Tackle Illicit Financial Flows, government told
AFRICA is losing an estimated US$50 billion a year from illicit financial flows (IFFs) through a variety of methods, from tax evasion and deliberate mis-invoicing, the United Nations Commission for Africa (UNECA) has said.
Allan Mukungu, the UNECA officer-in-charge of Economic Governance and Public Finance Section, said this money which is being siphoned out by multinational corporations could be used to develop the mineral-rich continent.
Africa remains one of the poorest continents in the world, with analysts blaming its underdevelopment on corruption, illicit financial flows, lack of good corporate governance and sheer incompetence among other ills.
“African countries must establish comprehensive governance frameworks for tackling illicit financial flows,” he said during an online conference hosted by Trust Africa.
“These must be underpinned by comprehensive policy and up to date laws and regulations that provide IFFs combating agencies with broad mandates and the legal basis to enforce IFFs curbing efforts, sensitization programmes for the public and for relevant duty bearers and inclusive governance frameworks to oversee and guide IFFs cubing programmes in a collaborative and coordinated fashion,” he said.
He added that the continent should establish an apolitical dispute settlement and trade facilitation authority to promote regional efforts to curb corruption, tax motivated and trade-based IFFs and money laundering.
“African countries should also establish a mutual administrative assistance legal instrument at a regional level, interoperable with national systems and international standards for mutual support in efficiently settling disputes and enforcing action on trade mis-invoicing, tax fraud, money laundering and corruption,” Mukungu said.
Although the continent, under the leadership of the African Union (AU), has been following the issue of IFFs at the highest level through the appointment of the High Panel led by former South Africa president Thabo Mbeki, several governments have failed to aggressively investigate and prosecute money launderers and companies that evade tax.

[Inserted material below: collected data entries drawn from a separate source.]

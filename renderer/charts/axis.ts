import type { OrderColumns } from '../../app/contract/shapes/budget.ts'
import { type NumberFormats, textOf } from '../../app/contract/format-number.ts'
import { tickDigits } from './nice-ticks.ts'

export const AXES = ['patterns', 'cycles', 'milliseconds', 'cost'] as const

/** What effort is counted in along the chart. */
export type AxisName = (typeof AXES)[number]

export const AXIS_LABELS: Readonly<Record<AxisName, string>> = {
  patterns: 'Patterns',
  cycles: 'Tester cycles',
  milliseconds: 'Time per device',
  cost: 'Cost per device',
}

const counted = new Map<number, Float64Array>()

/** Returns where each number of patterns of an order stands along an axis; cost is for a thousand devices. */
export function axisColumn(columns: OrderColumns, axis: AxisName): Float64Array {
  switch (axis) {
    case 'patterns':
      return countedTo(columns.patterns)
    case 'cycles':
      return columns.cycles
    case 'milliseconds':
      return columns.perDeviceMilliseconds
    case 'cost':
      return thousandfold(columns.costPerDevice)
  }
}

export function axisTitle(axis: AxisName, currency: string): string {
  switch (axis) {
    case 'patterns':
      return 'patterns applied'
    case 'cycles':
      return 'tester cycles'
    case 'milliseconds':
      return 'time per device, ms'
    case 'cost':
      return `cost per 1,000 devices, ${currency}`
  }
}

/** Returns the tick labels of an axis with no more digits than tell them apart. */
export function axisTickLabels(axis: AxisName, ticks: readonly number[], locale: string): string[] {
  const digits = axis === 'patterns' || axis === 'cycles' ? 0 : tickDigits(ticks)
  const format = new Intl.NumberFormat(locale, {
    minimumFractionDigits: digits,
    maximumFractionDigits: digits,
  })
  return ticks.map((tick) => format.format(tick))
}

/** Returns what the cut's handle says, in the axis's unit. */
export function axisValue(axis: AxisName, value: number, currency: string, formats: NumberFormats): string {
  switch (axis) {
    case 'patterns':
    case 'cycles':
      return formats.count(value).value
    case 'milliseconds':
      return textOf(formats.milliseconds(value))
    case 'cost':
      return formats.costPerThousand(value / 1000, currency).value
  }
}

function countedTo(patterns: number): Float64Array {
  const known = counted.get(patterns)
  if (known) return known
  const column = Float64Array.from({ length: patterns + 1 }, (_, index) => index)
  counted.clear()
  counted.set(patterns, column)
  return column
}

const thousands = new WeakMap<Float64Array, Float64Array>()

function thousandfold(column: Float64Array): Float64Array {
  const known = thousands.get(column) ?? column.map((value) => value * 1000)
  thousands.set(column, known)
  return known
}
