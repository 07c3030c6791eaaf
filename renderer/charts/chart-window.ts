import { clamp, type Span, type Window } from './plot-geometry.ts'
import { valueBetween } from './column-search.ts'

/** What is in view, apart from the unit of the axis: from which pattern to which, from which coverage to which. */
export type ChartPlace = { readonly patterns: Span; readonly coverage: Span }

/** Zooming in ends here. */
const FEWEST_PATTERNS = 12
const LEAST_COVERAGE = 0.0002

/** Returns the whole width, and of the height the part where choices differ: goal, ceiling and the last 3 to 4 %. */
export function defaultPlace(patterns: number, highest: number, goal: number | null): ChartPlace {
  const reached = clamp(highest, 0, 1)
  const low = Math.max(0, Math.min(reached - 0.035, goal === null ? 1 : goal - 0.02))
  const top = Math.max(reached, Math.min(goal ?? 0, 1))
  const high = Math.min(top + 0.09 * (top - low), 1 + 0.03 * (1 - low))
  return { patterns: { from: 0, to: Math.max(patterns, 1) }, coverage: { from: low, to: high } }
}

/** Everything from no pattern to all and from 0 to 100 %. */
export function wholePlace(patterns: number): ChartPlace {
  return { patterns: { from: 0, to: Math.max(patterns, 1) }, coverage: { from: 0, to: 1.02 } }
}

/** Returns the same part in an axis's own values. */
export function windowOf({ patterns, coverage }: ChartPlace, xs: Float64Array): Window {
  const from = valueBetween(xs, patterns.from)
  const to = valueBetween(xs, patterns.to)
  return { x: { from, to: to > from ? to : from + 1 }, y: coverage }
}

export function zoomPatterns(place: ChartPlace, factor: number, around: number, all: number): ChartPlace {
  return {
    ...place,
    patterns: zoomSpan(place.patterns, factor, around, { from: 0, to: all }, FEWEST_PATTERNS),
  }
}

export function zoomCoverage(place: ChartPlace, factor: number, around: number): ChartPlace {
  return {
    ...place,
    coverage: zoomSpan(place.coverage, factor, around, { from: 0, to: 1.02 }, LEAST_COVERAGE),
  }
}

/** Moves a span without changing its width, as far as what there is reaches. */
export function moveSpan(span: Span, by: number, all: Span): Span {
  const shift = clamp(by, all.from - span.from, all.to - span.to)
  return { from: span.from + shift, to: span.to + shift }
}

/** Moves one edge of a span, as far as the other edge and what there is allow. */
export function moveEdge(span: Span, edge: 'from' | 'to', by: number, all: Span): Span {
  const least = Math.min(FEWEST_PATTERNS, all.to - all.from)
  return edge === 'from'
    ? { ...span, from: clamp(span.from + by, all.from, span.to - least) }
    : { ...span, to: clamp(span.to + by, span.from + least, all.to) }
}

function zoomSpan(span: Span, factor: number, around: number, all: Span, least: number): Span {
  const most = all.to - all.from
  const width = clamp((span.to - span.from) * factor, Math.min(least, most), most)
  const share = (clamp(around, span.from, span.to) - span.from) / (span.to - span.from)
  const from = clamp(around - share * width, all.from, all.to - width)
  return { from, to: from + width }
}
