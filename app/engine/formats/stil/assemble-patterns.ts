import {
  WORDS_PER_BLOCK,
  complement,
  type BitPlane,
  type PatternBurst,
  type PatternSet,
} from '../../simulate/pattern-set.ts'
import {
  CHARACTERS,
  COMPARE_MASK,
  Compare,
  DRIVE_MASK,
  Drive,
  PULSE,
  type CompiledTable,
} from './compile-table.ts'
import { GrowingPlane, wordInBlock } from './growing-plane.ts'
import type { PinMap } from './match-netlist.ts'
import type { PatternRunner } from './run-patterns.ts'
import type { Place } from './stil-file.ts'
import { firstCompare, writeLoad, writeUnload, type PassedData, type PatternColumn } from './scan-data.ts'

/** Why a pattern counts for time and not for coverage. */
export type TimeOnlyReason =
  'more than one capture' | 'other clocks than the scan clocks' | 'clocks at different times'

export type AssemblyCounts = {
  /** Cycles before the first pattern of each burst, and after the last. */
  openingCycles: number
  closingCycles: number
  timeOnly: Map<TimeOnlyReason, { count: number; first: number }>
  /** Patterns whose flip-flops were not loaded in this pattern and are taken as X. */
  stateNotLoaded: number
  /** Expected values that were not used, by why. */
  unusedExpects: { afterCapture: number; otherInputs: number; threeState: number }
  /** Unloads of flip-flops whose clock did not pulse: they show what was loaded, and are not compared. */
  heldUnloads: number
  /** Loads whose data are shorter or longer than their chain. */
  wrongLengths: Map<string, { found: number; expected: number; place: Place }>
  /** Names of inputs without a value when a pattern captured. */
  inputsWithoutValue: Set<number>
  /** Levels seen, by signal: 1 low, 2 high, 4 unknown; at shifts and when patterns compare or capture. */
  shiftLevels: Uint8Array
  frameLevels: Uint8Array
  /** 1 where a level at a frame was pattern data, not a value that a procedure sets itself. */
  frameData: Uint8Array
  pulsedInShift: Uint8Array
  pulsedInCapture: Uint8Array
}

const NO_DATA: PassedData = { text: '', from: 0, stride: 1, count: 0 }

/** Words of all planes together that a set may have: half a gigabyte. */
const MAX_PLANE_WORDS = 1 << 27

const MAX_CYCLES = 0xffffffff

Speaking during the same event, Briggs Bomba, Trust Africa’s programmes director, said corruption contributes five percent to IFFs while criminal activities and corporate contribute 30 percent and 65 percent respectively.
He said the most vulnerable sectors include the telecommunications, the financial services sector and extractive sector with gold being the most vulnerable value chain accounting for 77 percent of all losses to IFFs.
Recently, Fidelity Printers and Refiners (FPR) general manager Fradreck Kunaka said Zimbabwe is losing 1,5 tonnes of gold every month due to leakages — a situation that has once again shone the light on rampant corruption and poor prices affecting the sector.
Experts said a raft of cumbersome taxes, including refining and royalty payments totaling nearly 18 percent, could be one of the major reasons why people continue to smuggle gold.
Bomba expressed concern over loopholes in the taxation system.
“We are dealing with an archaic international taxation architecture which traces back to a century, this is way out of date and presents a challenge for us in terms of advocating for a new arrangement. The main imperative back then was to design a taxation regime that addressed tax jurisdiction questions on an industrial era TNCs revenues,” he said.
Specific tax regimes for multinational enterprises have been introduced, for example, by the United Kingdom and Australia with diverted profits taxes and by the US with its base erosion and anti-abuse tax.
“IFFs severely undermine domestic resource mobilisation or sources of development finance to achieve Sustainable Development Goals (SDGs). IFFs are correlated to low government spending on key socio-economic areas and they foster dependency on external sources of development,” Bomba said. He added that poor coordination across multiple institutions make it difficult to fight IFFs.
“We have terrible coordination within our countries and a plethora of institutions that are dealing with issues that touch on IFFs whether its ministry of finance or the ministry of mineral resources. The lack of coordination across our government institutions is one of the reasons why we are not making progress and that’s why we need an all of government approach to tackling the problem we are dealing with,” he said.
“The issue of beneficial ownership registries is another cause of concern. We continue to have our countries allow transactions to take place where the beneficial owner is unknown and I think this is something that should be a thing of the past.”
African countries have been heavily relying on limited FDI and unpredictable donor aid to raise resources for the continent’s development, yet, for every dollar of development aid that comes to the continent, ten dollars have left in the form of IFFs, tax evasion and avoidance as well as corruption.